#### [AIM OF THE TASK]
Looking through the entries, count each line where the string "them" occurs, and write only the total.

Items from a data source:
_ _ _ _ _

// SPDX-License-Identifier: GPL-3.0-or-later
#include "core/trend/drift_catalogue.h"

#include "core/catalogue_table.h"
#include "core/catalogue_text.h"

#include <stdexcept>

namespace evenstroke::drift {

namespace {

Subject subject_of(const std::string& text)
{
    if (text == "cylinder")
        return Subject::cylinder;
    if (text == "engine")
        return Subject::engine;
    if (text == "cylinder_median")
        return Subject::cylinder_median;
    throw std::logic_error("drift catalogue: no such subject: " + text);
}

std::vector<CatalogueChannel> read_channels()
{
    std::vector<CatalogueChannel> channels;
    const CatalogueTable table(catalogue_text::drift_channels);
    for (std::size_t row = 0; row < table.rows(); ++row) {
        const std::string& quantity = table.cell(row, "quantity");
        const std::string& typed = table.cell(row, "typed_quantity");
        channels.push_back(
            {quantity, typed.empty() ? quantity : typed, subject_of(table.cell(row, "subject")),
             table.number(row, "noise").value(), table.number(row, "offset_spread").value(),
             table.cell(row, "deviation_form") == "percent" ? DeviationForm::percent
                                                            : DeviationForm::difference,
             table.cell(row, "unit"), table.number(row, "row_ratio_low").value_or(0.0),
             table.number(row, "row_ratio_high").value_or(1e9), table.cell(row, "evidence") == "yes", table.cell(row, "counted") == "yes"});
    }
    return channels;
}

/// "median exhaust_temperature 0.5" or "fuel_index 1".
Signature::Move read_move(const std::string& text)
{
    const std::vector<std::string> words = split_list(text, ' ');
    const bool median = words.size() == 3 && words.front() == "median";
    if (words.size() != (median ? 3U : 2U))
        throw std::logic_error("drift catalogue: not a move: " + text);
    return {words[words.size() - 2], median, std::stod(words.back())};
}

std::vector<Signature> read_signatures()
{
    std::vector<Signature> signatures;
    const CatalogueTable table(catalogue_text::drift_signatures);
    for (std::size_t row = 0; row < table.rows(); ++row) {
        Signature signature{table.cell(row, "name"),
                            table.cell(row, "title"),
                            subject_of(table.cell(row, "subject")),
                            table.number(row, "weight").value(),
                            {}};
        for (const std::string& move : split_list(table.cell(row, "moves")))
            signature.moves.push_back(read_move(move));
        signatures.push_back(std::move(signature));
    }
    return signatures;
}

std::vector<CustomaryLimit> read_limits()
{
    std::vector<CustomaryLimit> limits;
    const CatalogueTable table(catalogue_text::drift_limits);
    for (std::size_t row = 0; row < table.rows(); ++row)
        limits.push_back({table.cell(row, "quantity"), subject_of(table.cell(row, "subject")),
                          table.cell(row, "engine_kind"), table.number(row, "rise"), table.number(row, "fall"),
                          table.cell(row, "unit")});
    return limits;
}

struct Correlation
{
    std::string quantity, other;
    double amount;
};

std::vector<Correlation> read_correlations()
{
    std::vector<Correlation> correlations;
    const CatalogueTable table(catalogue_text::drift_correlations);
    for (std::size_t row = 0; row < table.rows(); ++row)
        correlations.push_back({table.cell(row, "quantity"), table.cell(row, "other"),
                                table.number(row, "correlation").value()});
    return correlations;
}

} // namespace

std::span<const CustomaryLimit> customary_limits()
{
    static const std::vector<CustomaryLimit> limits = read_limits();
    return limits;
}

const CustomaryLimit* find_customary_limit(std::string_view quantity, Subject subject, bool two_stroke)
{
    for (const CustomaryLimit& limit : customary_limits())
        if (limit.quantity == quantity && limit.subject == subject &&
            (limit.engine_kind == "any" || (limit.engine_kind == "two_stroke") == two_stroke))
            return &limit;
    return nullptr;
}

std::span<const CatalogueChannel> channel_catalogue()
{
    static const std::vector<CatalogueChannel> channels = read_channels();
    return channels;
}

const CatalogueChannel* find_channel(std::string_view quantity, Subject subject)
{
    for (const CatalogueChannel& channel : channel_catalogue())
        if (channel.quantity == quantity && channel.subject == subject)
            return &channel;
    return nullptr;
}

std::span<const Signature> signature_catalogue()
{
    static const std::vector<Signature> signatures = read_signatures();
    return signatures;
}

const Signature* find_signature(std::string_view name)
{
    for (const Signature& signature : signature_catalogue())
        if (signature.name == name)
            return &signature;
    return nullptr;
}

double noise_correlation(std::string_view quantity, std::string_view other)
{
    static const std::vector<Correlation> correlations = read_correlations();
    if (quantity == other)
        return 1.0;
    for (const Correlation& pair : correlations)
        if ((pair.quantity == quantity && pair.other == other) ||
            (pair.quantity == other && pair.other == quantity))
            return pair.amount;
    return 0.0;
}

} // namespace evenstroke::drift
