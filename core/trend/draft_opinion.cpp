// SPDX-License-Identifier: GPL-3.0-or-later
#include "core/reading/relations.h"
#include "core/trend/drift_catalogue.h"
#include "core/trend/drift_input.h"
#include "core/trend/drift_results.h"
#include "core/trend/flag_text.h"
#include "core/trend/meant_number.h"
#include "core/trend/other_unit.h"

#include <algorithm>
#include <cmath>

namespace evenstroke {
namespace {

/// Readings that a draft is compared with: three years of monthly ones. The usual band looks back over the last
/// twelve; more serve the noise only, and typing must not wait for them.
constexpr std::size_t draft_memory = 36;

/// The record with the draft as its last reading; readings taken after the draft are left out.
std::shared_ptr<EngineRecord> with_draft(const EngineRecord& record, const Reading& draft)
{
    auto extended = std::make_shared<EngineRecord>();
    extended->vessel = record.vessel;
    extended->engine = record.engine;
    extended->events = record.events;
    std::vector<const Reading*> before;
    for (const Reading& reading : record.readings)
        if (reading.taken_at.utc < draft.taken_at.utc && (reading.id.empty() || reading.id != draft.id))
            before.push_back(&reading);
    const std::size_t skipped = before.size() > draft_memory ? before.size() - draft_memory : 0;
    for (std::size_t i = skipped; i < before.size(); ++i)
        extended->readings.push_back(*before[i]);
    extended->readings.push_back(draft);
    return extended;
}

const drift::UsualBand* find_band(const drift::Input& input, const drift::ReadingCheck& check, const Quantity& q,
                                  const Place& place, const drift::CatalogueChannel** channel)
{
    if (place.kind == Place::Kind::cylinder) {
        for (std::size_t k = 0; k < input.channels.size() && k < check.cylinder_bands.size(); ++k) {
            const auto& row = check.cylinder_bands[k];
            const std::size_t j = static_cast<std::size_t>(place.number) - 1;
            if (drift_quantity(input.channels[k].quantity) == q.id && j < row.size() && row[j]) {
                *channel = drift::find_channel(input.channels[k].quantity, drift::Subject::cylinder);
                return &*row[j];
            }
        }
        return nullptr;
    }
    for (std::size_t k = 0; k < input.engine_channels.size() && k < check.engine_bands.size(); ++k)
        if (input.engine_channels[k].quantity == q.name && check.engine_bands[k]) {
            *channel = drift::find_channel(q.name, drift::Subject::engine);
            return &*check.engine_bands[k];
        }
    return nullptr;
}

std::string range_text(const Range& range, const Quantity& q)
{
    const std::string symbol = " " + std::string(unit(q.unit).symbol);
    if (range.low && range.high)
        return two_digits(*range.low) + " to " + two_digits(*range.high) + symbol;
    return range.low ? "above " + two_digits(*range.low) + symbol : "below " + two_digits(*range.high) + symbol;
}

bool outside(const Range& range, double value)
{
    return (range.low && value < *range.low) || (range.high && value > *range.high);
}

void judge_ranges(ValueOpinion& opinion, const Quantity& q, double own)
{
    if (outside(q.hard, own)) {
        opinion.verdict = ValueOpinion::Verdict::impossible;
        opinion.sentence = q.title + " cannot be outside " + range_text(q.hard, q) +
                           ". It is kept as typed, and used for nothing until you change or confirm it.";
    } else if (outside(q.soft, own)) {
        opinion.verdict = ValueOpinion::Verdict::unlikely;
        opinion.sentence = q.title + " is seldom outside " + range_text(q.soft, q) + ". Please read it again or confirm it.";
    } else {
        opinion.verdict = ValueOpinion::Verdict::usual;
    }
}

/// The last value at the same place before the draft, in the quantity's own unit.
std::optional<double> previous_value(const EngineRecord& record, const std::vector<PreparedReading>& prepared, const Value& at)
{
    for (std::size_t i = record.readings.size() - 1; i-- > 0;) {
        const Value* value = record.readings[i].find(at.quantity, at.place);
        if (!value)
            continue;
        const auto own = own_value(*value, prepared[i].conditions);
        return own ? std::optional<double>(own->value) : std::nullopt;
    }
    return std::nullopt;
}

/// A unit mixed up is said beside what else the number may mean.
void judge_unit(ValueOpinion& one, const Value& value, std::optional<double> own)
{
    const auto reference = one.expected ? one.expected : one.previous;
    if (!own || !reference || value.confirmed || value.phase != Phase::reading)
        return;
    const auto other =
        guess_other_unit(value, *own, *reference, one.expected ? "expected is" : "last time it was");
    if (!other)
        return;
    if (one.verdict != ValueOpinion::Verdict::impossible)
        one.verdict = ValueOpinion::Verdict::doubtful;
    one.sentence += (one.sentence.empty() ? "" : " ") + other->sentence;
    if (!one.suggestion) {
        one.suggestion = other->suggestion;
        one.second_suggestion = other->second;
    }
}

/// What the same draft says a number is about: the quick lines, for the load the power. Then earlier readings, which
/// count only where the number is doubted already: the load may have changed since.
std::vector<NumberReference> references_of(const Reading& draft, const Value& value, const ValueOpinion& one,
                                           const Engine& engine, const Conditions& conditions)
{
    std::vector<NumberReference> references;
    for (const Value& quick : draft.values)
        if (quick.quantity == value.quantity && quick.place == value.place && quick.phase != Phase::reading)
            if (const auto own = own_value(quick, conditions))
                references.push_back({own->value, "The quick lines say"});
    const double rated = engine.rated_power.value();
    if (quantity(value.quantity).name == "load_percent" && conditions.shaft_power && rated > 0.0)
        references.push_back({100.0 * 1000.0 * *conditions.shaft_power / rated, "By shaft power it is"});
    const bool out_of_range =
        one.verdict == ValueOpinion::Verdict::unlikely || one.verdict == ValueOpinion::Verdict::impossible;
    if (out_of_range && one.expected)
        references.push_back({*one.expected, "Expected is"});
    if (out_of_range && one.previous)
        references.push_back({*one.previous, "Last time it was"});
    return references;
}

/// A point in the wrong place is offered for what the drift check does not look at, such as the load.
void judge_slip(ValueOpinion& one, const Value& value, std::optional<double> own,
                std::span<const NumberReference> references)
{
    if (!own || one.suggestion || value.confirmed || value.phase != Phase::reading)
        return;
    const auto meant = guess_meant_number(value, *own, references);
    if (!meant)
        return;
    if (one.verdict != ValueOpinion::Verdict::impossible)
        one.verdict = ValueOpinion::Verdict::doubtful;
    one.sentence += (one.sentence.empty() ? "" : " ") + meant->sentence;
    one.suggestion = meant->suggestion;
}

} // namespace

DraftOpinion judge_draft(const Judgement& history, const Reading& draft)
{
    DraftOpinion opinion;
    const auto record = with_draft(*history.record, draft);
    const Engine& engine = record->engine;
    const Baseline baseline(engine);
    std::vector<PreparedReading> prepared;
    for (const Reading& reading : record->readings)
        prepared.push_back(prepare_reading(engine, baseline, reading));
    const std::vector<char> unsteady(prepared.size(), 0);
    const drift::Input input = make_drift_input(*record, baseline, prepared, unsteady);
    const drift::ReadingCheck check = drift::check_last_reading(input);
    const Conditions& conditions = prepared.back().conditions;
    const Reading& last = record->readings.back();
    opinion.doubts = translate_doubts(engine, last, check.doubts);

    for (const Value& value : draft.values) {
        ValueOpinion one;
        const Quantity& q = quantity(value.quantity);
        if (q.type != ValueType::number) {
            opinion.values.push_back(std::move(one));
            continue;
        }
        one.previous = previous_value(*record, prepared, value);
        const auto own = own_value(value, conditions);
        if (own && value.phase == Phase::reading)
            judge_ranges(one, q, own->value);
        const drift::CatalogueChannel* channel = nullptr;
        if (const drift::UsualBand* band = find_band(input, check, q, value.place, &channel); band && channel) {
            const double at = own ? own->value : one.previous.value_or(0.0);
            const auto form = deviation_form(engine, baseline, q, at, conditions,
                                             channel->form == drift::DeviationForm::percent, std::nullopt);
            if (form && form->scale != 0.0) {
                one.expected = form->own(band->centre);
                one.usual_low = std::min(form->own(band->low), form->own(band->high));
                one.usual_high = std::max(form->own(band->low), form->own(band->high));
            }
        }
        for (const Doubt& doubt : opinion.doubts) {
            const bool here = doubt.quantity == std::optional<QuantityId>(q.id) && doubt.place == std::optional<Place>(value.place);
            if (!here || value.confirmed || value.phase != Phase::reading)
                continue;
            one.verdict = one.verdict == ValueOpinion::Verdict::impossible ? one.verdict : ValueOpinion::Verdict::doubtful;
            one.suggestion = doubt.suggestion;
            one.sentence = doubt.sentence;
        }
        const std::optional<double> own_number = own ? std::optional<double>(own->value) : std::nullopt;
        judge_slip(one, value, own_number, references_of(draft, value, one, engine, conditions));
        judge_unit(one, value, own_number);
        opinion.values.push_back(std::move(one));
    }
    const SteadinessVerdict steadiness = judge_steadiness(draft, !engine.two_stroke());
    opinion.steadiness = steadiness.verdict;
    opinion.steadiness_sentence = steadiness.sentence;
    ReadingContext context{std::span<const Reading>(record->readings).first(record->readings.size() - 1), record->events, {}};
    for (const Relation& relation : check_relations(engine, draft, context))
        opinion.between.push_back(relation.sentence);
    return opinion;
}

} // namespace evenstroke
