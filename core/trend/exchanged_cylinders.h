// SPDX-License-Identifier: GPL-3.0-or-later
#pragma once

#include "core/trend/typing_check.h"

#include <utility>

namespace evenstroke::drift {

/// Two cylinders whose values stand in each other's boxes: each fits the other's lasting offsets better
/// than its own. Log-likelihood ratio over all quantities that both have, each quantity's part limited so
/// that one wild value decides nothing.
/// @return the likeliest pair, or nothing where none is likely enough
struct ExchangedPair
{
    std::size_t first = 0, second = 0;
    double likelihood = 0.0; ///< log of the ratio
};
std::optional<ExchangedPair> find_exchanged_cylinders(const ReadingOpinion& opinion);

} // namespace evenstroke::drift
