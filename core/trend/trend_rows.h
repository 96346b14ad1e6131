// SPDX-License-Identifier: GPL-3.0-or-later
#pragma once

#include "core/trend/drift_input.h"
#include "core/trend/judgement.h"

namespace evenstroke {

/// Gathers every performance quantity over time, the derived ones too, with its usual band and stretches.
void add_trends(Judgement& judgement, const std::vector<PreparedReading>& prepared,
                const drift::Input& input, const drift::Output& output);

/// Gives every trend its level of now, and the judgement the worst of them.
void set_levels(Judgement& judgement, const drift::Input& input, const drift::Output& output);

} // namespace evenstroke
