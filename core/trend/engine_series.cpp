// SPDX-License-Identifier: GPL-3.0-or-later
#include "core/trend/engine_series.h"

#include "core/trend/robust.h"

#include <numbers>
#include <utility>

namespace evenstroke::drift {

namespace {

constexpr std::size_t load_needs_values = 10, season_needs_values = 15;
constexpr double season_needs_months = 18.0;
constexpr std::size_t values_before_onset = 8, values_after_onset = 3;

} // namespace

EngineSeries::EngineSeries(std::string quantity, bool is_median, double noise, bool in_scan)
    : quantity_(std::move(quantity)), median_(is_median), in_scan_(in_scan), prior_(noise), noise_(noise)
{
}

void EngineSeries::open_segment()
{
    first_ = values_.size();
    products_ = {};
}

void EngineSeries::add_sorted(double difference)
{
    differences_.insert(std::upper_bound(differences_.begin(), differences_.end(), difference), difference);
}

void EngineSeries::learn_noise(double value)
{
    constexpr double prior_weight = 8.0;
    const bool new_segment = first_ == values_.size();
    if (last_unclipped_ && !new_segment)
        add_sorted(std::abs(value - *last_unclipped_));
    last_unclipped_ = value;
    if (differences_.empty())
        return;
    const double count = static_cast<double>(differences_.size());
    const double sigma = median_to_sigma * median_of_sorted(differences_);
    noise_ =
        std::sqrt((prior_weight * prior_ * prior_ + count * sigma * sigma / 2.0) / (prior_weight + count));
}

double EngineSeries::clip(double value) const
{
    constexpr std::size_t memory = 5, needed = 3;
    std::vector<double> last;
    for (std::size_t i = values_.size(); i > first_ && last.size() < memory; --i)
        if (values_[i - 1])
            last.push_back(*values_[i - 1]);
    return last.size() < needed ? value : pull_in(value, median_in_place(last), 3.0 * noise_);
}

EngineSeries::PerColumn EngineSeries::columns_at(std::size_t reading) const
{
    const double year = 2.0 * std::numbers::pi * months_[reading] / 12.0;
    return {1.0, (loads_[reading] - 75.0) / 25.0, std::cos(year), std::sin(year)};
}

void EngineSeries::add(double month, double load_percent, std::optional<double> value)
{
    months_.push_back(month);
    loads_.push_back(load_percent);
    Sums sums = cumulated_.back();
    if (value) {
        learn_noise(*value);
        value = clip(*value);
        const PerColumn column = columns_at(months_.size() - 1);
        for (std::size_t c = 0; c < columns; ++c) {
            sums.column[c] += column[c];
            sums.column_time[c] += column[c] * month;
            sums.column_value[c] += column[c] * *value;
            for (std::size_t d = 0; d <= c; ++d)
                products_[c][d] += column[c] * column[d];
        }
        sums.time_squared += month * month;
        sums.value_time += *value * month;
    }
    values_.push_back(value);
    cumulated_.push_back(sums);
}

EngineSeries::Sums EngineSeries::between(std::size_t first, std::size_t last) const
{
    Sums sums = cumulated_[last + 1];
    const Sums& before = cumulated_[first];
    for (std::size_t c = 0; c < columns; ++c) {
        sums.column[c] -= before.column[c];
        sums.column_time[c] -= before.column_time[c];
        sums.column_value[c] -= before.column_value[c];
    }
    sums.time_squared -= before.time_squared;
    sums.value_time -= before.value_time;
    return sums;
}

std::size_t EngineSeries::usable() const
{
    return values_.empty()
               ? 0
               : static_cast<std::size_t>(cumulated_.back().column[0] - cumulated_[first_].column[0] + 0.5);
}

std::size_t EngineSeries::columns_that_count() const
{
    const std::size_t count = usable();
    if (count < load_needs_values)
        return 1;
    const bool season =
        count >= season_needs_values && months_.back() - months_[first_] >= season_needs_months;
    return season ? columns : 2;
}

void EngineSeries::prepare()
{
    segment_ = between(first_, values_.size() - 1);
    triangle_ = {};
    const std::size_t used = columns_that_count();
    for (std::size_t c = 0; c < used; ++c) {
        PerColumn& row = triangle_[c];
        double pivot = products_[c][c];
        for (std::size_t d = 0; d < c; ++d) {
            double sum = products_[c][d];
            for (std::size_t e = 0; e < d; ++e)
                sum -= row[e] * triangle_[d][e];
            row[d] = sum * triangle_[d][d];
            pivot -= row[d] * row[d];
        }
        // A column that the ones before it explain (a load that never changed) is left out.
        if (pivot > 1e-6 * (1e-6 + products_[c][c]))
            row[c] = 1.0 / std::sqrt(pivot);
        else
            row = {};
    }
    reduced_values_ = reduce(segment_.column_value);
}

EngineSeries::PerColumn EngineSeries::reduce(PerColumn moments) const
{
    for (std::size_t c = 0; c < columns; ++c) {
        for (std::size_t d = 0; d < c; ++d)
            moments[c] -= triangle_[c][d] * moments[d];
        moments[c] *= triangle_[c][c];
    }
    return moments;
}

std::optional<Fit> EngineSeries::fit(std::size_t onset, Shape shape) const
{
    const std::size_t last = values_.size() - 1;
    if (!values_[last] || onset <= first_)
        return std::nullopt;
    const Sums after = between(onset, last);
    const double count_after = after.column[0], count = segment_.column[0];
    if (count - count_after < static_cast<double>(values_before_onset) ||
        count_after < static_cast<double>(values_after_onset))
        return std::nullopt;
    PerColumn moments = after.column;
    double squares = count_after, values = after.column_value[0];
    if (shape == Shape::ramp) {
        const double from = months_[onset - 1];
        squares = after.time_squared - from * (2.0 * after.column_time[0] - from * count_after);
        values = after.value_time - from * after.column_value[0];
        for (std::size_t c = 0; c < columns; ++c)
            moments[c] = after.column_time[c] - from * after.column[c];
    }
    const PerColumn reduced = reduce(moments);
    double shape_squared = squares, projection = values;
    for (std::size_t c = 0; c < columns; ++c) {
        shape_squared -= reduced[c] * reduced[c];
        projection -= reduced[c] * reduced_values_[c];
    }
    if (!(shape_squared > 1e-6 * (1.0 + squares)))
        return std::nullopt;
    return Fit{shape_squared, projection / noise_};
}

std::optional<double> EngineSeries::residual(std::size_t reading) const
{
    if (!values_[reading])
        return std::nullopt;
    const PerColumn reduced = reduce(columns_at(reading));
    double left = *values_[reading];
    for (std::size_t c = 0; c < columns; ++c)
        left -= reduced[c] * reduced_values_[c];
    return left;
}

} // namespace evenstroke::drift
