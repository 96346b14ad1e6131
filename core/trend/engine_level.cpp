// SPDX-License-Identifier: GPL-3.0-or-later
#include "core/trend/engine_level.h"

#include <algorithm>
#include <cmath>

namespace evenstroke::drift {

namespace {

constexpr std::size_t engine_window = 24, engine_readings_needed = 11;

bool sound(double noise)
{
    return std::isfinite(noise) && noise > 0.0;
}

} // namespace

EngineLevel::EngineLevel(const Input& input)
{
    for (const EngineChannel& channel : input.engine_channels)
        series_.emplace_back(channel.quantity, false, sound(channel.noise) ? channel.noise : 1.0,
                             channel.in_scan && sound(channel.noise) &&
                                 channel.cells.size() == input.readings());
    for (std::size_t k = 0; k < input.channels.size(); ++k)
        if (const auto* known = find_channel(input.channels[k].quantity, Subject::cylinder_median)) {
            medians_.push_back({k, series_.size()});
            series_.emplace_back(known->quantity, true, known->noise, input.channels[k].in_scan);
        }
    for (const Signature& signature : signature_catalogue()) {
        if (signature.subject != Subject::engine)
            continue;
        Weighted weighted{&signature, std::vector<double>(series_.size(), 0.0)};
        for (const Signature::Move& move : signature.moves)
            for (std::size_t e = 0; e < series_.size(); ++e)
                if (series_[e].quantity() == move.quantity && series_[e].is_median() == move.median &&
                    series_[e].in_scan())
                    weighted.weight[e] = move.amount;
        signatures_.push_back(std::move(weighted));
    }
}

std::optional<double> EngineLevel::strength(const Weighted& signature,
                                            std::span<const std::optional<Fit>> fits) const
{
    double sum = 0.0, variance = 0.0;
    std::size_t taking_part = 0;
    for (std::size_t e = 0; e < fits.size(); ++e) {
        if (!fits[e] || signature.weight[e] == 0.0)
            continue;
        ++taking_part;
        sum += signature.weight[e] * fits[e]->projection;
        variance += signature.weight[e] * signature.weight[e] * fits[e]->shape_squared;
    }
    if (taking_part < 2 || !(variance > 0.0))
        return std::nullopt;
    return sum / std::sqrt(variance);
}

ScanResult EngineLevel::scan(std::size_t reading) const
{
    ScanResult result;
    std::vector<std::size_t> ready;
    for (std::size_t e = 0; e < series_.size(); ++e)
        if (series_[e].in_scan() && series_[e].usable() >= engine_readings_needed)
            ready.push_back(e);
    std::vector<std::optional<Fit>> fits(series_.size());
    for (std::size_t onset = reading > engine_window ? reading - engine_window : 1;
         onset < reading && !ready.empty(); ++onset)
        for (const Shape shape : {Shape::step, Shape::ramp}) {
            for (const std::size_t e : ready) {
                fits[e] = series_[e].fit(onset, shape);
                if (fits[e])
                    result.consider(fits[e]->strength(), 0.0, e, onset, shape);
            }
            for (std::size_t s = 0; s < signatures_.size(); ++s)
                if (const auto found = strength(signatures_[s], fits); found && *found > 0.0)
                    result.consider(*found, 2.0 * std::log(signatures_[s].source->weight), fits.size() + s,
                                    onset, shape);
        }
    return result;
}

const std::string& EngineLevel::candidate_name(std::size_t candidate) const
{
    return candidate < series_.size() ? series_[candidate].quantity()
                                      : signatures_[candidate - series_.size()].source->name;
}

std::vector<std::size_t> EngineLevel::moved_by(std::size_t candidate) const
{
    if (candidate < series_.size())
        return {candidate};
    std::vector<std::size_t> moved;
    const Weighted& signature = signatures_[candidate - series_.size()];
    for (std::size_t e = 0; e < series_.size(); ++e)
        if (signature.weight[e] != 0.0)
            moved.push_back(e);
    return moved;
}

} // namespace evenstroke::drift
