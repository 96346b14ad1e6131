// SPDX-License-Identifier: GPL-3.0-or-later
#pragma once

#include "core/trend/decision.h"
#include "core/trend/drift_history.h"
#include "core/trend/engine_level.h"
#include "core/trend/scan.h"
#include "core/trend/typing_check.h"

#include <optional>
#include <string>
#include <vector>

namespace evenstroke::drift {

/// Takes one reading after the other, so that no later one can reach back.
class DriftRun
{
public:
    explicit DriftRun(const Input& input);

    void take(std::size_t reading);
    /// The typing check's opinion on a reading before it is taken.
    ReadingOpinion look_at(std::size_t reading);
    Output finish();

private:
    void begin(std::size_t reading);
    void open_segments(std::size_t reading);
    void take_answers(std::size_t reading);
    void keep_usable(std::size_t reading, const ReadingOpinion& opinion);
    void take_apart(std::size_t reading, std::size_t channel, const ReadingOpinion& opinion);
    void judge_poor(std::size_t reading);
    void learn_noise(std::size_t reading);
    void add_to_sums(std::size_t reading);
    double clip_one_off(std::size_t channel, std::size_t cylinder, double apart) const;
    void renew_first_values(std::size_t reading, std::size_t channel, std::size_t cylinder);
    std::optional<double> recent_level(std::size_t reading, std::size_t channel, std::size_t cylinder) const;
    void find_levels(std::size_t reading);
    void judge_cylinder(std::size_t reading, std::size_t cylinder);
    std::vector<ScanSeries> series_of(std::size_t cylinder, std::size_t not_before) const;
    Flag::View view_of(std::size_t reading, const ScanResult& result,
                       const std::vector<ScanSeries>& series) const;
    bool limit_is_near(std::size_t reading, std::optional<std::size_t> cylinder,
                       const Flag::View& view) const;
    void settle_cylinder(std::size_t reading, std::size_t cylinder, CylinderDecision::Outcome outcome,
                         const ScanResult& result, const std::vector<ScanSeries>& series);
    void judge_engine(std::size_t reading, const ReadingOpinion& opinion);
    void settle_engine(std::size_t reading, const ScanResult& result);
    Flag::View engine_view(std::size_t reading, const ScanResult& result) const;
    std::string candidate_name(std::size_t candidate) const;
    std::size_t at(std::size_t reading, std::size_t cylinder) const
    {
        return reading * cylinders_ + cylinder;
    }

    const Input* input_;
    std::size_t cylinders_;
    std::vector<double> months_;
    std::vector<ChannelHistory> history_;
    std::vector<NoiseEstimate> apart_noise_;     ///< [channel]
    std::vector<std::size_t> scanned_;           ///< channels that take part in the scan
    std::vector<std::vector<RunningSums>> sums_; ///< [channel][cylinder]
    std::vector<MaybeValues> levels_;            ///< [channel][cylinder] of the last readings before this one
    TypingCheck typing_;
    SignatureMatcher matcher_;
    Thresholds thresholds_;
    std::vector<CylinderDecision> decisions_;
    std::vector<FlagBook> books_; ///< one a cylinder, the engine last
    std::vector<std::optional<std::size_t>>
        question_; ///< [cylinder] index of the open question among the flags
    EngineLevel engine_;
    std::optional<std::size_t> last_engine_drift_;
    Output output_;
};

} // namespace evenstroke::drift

_ _ _ _ _

#### [SOLUTION BELOW]
2